Morgultsev, company captain, considered himself a total unbeliever. He
had never stepped across the threshold of a church and did not believe in
miracles. He kept himself safe with garlic. He would eat a whole head of
garlic before lunch. Zhenka had nothing against a bit of insurance on the
side through garlic, but that made forays into the goods depot a problem.
Zhenka went there whenever he could in order to entertain members of the
female sex in the Soviet Army. He would play the guitar and sing. Amorous
interludes would follow later. He would swear that this was true love, but
that he could not stay behind even for her, beautiful though she was. Before
going to sleep he would sigh: "A blonde....and not for money, but for real
love, with me..."
They never did find out who brought the infection into the company.
"The fuck you'll sort it out," said captain Morgultsev dourly,
sweepingly classifying the drooping "elephants" as malingerers.
Any commanding officer would be at his wits' end in such a situation.
Is this a company, or what? Are these paratroopers, or what?
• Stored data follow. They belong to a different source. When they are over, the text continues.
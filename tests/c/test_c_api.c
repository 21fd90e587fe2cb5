/* SPDX-License-Identifier: Apache-2.0 */
/*
 * The C interface (include/quantacal/c/quantacal.h), from a C11 program:
 *  - the bundled copper and aluminium cards through every call, against the C++ API
 *    (tests/c/cxx_reference.cc: the same numbers, bit for bit);
 *  - against published values the cards were not fitted to: c_p and H(T) -
 *    H(298.15 K) of the NIST-JANAF Shomate fits (Chase 1998, as in the NIST
 *    Chemistry WebBook, SRD 69), the tolerances of tests/cards (c_p 3 %, H 2 %);
 *  - every error path: status, message text, location;
 *  - 8 threads evaluating one handle at once against the single-thread results,
 *    and the per-thread message;
 *  - the cost per point of a batch through C and through C++ (printed, not checked).
 * Prints each measured deviation; exits 1 on the first failed group's end.
 */
#include <quantacal/c/quantacal.h>

#include "cxx_reference.h"

#include <math.h>
#include <stdint.h>
#include <stdio.h>
#include <stdlib.h>
#include <string.h>
#include <threads.h>
#include <time.h>

static int failures = 0;

#define CHECK(condition)                                                                 \
  do {                                                                                   \
    if (!(condition)) {                                                                  \
      fprintf(stderr, "%s:%d: check failed: %s\n", __FILE__, __LINE__, #condition);      \
      ++failures;                                                                        \
    }                                                                                    \
  } while (0)
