// SPDX-License-Identifier: Apache-2.0
// The C++ API's answers for the C interface test (see cxx_reference.h).
#include "cxx_reference.h"

#include <quantacal/quantacal.h>

#include <chrono>
#include <cstdio>
#include <exception>
#include <vector>

namespace {

quantacal::Basis basis_of(int basis) {
  return basis == 1   ? quantacal::Basis::mole
         : basis == 2 ? quantacal::Basis::volume
                      : quantacal::Basis::mass;
}

template <typename Body>
int reporting(Body&& body) {
  try {
    body();
    return 0;
  } catch (const std::exception& e) {
    std::fprintf(stderr, "reference (C++): %s\n", e.what());
    return 1;
  }
}

} // namespace

extern "C" {

int reference_metadata(const char* card, double* lower, double* upper, double* molar_mass,
                       double* density) {
  return reporting([&] {
    const quantacal::MaterialPtr m = quantacal::load_card(card);
    *lower = m->lower_temperature();
    *upper = m->upper_temperature();
    *molar_mass = m->molar_mass();
    *density = m->reference_density();
  });
}

int reference_evaluate(const char* card, const double* temperatures, size_t n, int basis,
                       double* energy, double* capacity, double* capacity_derivative,
                       double* conductivity, double* conductivity_derivative) {
  return reporting([&] {
    const quantacal::MaterialPtr m = quantacal::load_card(card);
    m->thermal(temperatures, n, basis_of(basis), energy, capacity, capacity_derivative);
    m->conductivity(temperatures, n, conductivity, conductivity_derivative);
  });
}

int reference_inverse(const char* card, const double* energies, size_t n, int basis,
                      double* temperatures) {
  return reporting([&] {
    const quantacal::MaterialPtr m = quantacal::load_card(card);
    for (size_t i = 0; i < n; ++i)
      temperatures[i] = m->temperature_from_energy(energies[i], basis_of(basis));
  });
}

int reference_equilibrium(const char* card_a, double mass_a, double start_a,
                          const char* card_b, double mass_b, double start_b,
                          double* final_temperature) {
  return reporting([&] {
    const quantacal::EquilibriumResult r = quantacal::solve_equilibrium(
        {{quantacal::load_card(card_a), mass_a, start_a, "a"},
         {quantacal::load_card(card_b), mass_b, start_b, "b"}});
    *final_temperature = r.temperature;
  });
}

double reference_nanoseconds(const char* card, const double* temperatures, size_t n,
                             size_t chunk, int repeats) {
  static const quantacal::MaterialPtr m = quantacal::load_card(card);
  static std::vector<double> e, c, dc, k, dk;
  for (std::vector<double>* v : {&e, &c, &dc, &k, &dk})
    v->resize(n);
  const auto start = std::chrono::steady_clock::now();
  for (int r = 0; r < repeats; ++r)
    for (size_t i = 0; i < n; i += chunk) {
      m->thermal(temperatures + i, chunk, quantacal::Basis::volume, &e[i], &c[i], &dc[i]);
      m->conductivity(temperatures + i, chunk, &k[i], &dk[i]);
    }
  const std::chrono::duration<double, std::nano> took =
      std::chrono::steady_clock::now() - start;
  return took.count() / (static_cast<double>(repeats) * n);
}

} // extern "C"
The troops were
issued tablets, some were packed off to hospital.
The strange appellation "elephants" caught on among the troops long ago
and for a rather unusual reason. It arose from their training in case of
chemical warfare, before Afghanistan. The officer would shout: "Masks!" and
the men would drag gas masks out of the green bags on their backs, shove
them over shaven and unshaven heads: their eyes would stare out from behind
the glass, which would soon mist over, and long tubes extended like trunks
from the masks to the filter in the bag. Very soon, a joke started doing the
rounds about a commander of unit X whose small, capricious daughter demanded
that Daddy show her some elephants running around outside, otherwise she
won't go to sleep, or eat, and stood there stamping her tiny feet angrily.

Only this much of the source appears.